Pretty Dress! Tiara! Miauw!

As is my wont, I'm fooling around on the Hero Forge website trying out more possible builds for future use and abuse (finances permitting).  I admit that I have more fun doodling than finalizing, but that's what the Hero Forge engine is for!  And yes, I'm indulging in my own little tribute to our resident Bast worshiper.  One of Ed's games is a Weird West shoot-em-up and since everything's better when done by equal-opportunity butt-kicking catgirls...



"Hey, Pops!"

I pause in my typing.  The voice is familiar, high-pitched, possibly young...


"Down here!"



I look down.  Katana is sitting beside me, glaring up at me and looking very much as if any second now she is going to put the smackdown on my toes.  If she weren't so darn cute, I'd be scared for my toes.  Oh, wait.  Given how she likes to pounce on anything that moves, I should be!  To make sure she has my full attention, she bats at my instep.

 "How come you never put me in a pretty dress or something when you do these miniature designs?  You've done me as a biker chick and a crazy archaeologist and two kinds of piratical weirdos and a sneak thief and a sci-fantasy battlequeen.  Stop that!  Stop that right now!  I am a pretty, floofy princess and I demand a pretty ballgown.  With a tiara!"

This is not the sort of conversation I expect to have with either of the cats.  There's no mention of food, for one thing.  But I've gotten used to the weird ways of feline persons over the past twenty years.  So instead of freaking out I simply smile and reach down to give her a head skritch and speak calmly.

I explain Sensei's First Rule of Combat Fashion to her ("never wear anything you can't fight in").  I talk about the difficulties of athletic exertion in a corset, hoop skirt, and heels.  I point out that given how roughly she plays (and how exuberantly active her namesakes are likely to be) a pretty dress would be all tattered and stained and messy in very short order.

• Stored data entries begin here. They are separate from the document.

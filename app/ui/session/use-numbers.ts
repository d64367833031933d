import { DataError } from "../../../core/errors.ts";
import type { IndexRange } from "../../../core/field/axes.ts";
import { type FieldDescription, type FileContents, filesOf } from "../../../core/formats/dataset.ts";
import type { FieldPlace, Frame, Ribbon } from "../../worker/desk.ts";
import { chosenFieldOf, levelIndexOf } from "../case/settled-case.ts";
import { ribbonSpan, waveSpan } from "../case/step-span.ts";
import { waveRecipe } from "../case/wave-recipe.ts";
import { WaveSeries } from "../reading/wave-series.ts";
import type { SessionState } from "./session-state.ts";
import { type Answer, useAnswer } from "./use-answer.ts";
import { useSession } from "./use-session.tsx";

/** Numbers together with what they are numbers of, so that an old answer is never read with a new grid. */
export interface FrameAt {
  readonly field: FieldDescription;
  readonly step: number;
  readonly frame: Frame;
}
export interface RibbonOf {
  readonly field: FieldDescription;
  readonly span: IndexRange;
  readonly band: readonly [number, number];
  readonly ribbon: Ribbon;
}

/** Everything that the window draws of the chosen field. */
export interface Numbers {
  readonly field: FieldDescription | null;
  readonly level: number;
  readonly span: IndexRange;
  readonly frame: Answer<FrameAt>;
  readonly background: Answer<boolean>;
  readonly ribbon: Answer<RibbonOf>;
  readonly waves: Answer<WaveSeries>;
}

const ids = new WeakMap<FileContents, number>();
let lastId = 0;

/** A number that changes when a file is read anew, so that nothing old is taken for new. */
function contentsId(contents: FileContents | undefined): number {
  if (contents === undefined) return 0;
  const held = ids.get(contents);
  if (held !== undefined) return held;
  lastId += 1;
  ids.set(contents, lastId);
  return lastId;
}

/** Old numbers may stay on the screen while they are of the same place. */
function isSamePlace(oldKey: string, newKey: string): boolean {
  return oldKey.split("|")[0] === newKey.split("|")[0];
}

export function useNumbers({ kept, contents }: SessionState): Numbers {
  const { desk } = useSession();
  const field = chosenFieldOf(kept, contents);
  const level = field === null ? 0 : levelIndexOf(kept, field);
  const place: FieldPlace = { key: field?.key ?? "", level, member: kept.member };
  const files = field === null ? [] : filesOf(field);
  const revision = files.map((name) => contentsId(contents.find(({ file }) => file === name))).join(" ");
  const placeKey = field === null ? null : JSON.stringify([place.key, level, place.member, revision]);
  const { background } = kept;
  const backgroundKey = JSON.stringify(background);
  const step = field === null ? 0 : Math.min(kept.cursor.step, field.steps.values.length - 1);
  const [from, to] = field === null ? [0, 0] : ribbonSpan(field.steps, step);
  const span: IndexRange = [from, to];
  const { band, of } = kept.waves;

  // The first picture waits for nothing; the passes over the record start once it is there.
  const fit = useAnswer<boolean>(
    placeKey === null || background.kind === "none" ? null : `${placeKey}|${backgroundKey}`,
    async (task) => {
      await desk.prepareBackground(place, background, task);
      return true;
    },
    true,
    (oldKey, newKey) => oldKey.split(" #")[0] === newKey.split(" #")[0],
  );
  const isFitted = fit.value === true;
  const frame = useAnswer<FrameAt>(
    placeKey === null ? null : `${placeKey}|${step} ${backgroundKey} ${isFitted}`,
    async () => ({ field: field as FieldDescription, step, frame: await desk.frame(place, step, background) }),
    false,
    isSamePlace,
  );
  const hasPicture = frame.value !== null || frame.error !== null;
  const ribbon = useAnswer<RibbonOf>(
    placeKey === null || !hasPicture ? null : `${placeKey}|${from} ${to} ${band} ${backgroundKey}`,
    async (task) => ({
      field: field as FieldDescription,
      span,
      band,
      ribbon: await desk.ribbon(place, band, span, background, task),
    }),
    true,
    isSamePlace,
  );
  const waves = useAnswer<WaveSeries>(
    placeKey === null || !hasPicture ? null : `${placeKey}|${from} ${to} ${band} ${backgroundKey} ${of}`,
    async (task) => {
      const described = field as FieldDescription;
      const covered = waveSpan(described.steps, span);
      const outcome = await desk.runRecipe(waveRecipe(kept, described, covered), task);
      const [result] = outcome.results;
      if (result === undefined)
        throw new DataError("RecipeError", outcome.failed[0]?.words ?? "The waves could not be computed.");
      return new WaveSeries(result, covered);
    },
    true,
    isSamePlace,
  );
  return { field, level, span, frame, background: fit, ribbon, waves };
}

It works about as well as pointing and saying "get off the table, Katana!"  Which is to say, not at all.  She swipes at my knee and repeats her demand.

"Pretty dress!  With a tiara!"


Okay, fine.  I can be taught.  The line of least resistance will be the fastest way to convince her to go somewhere else.  I go back to the drawing board and a few more minutes of tinkering produces Lady MacJones, who speaks softly and carries a magic sword.  Then I pick her up so that she can get a better look at my handiwork.



Are you happy now, I ask.

 "Not bad.  Not great, but it's better than a flashlight or something."


 Shouldn't you be bothering Darryl, I ask dryly, remembering too late that Katana tends to take everything you say literally and at face value.  Her little eyes grow really big and then she scampers off downstairs to rectify her big brother's lack of pestering.  And as the ghost of Waylon Jennings would put it, you all know that ain't gonna end well.



(picture courtesy of my friend Lanzlo who just happened to catch the two fuzzballs while they were actually enjoying one another's presence.)



Afternote

No, you aren't seeing double!  I posted the first version of this as a throwaway comment on my google+ feed just for fun.  Diane read it, gave me the raised eyebrow of spousal curiosity, and asked why I hadn't just made it a regular ol' blog post.  So here you go...revised, expanded, and with a couple more photos to go with.

 and frankly, this thing was a bear to edit!  A page break that wasn't, an entire para that just up and vanished even though it was the same color and font as everything else...

And then I realized that I hadn't fixed the bloody thing the first time and came back in and re-re-fixed it.  Because it looked Just Fine behind the scenes and I don't go a-visiting my blog from the outside very often.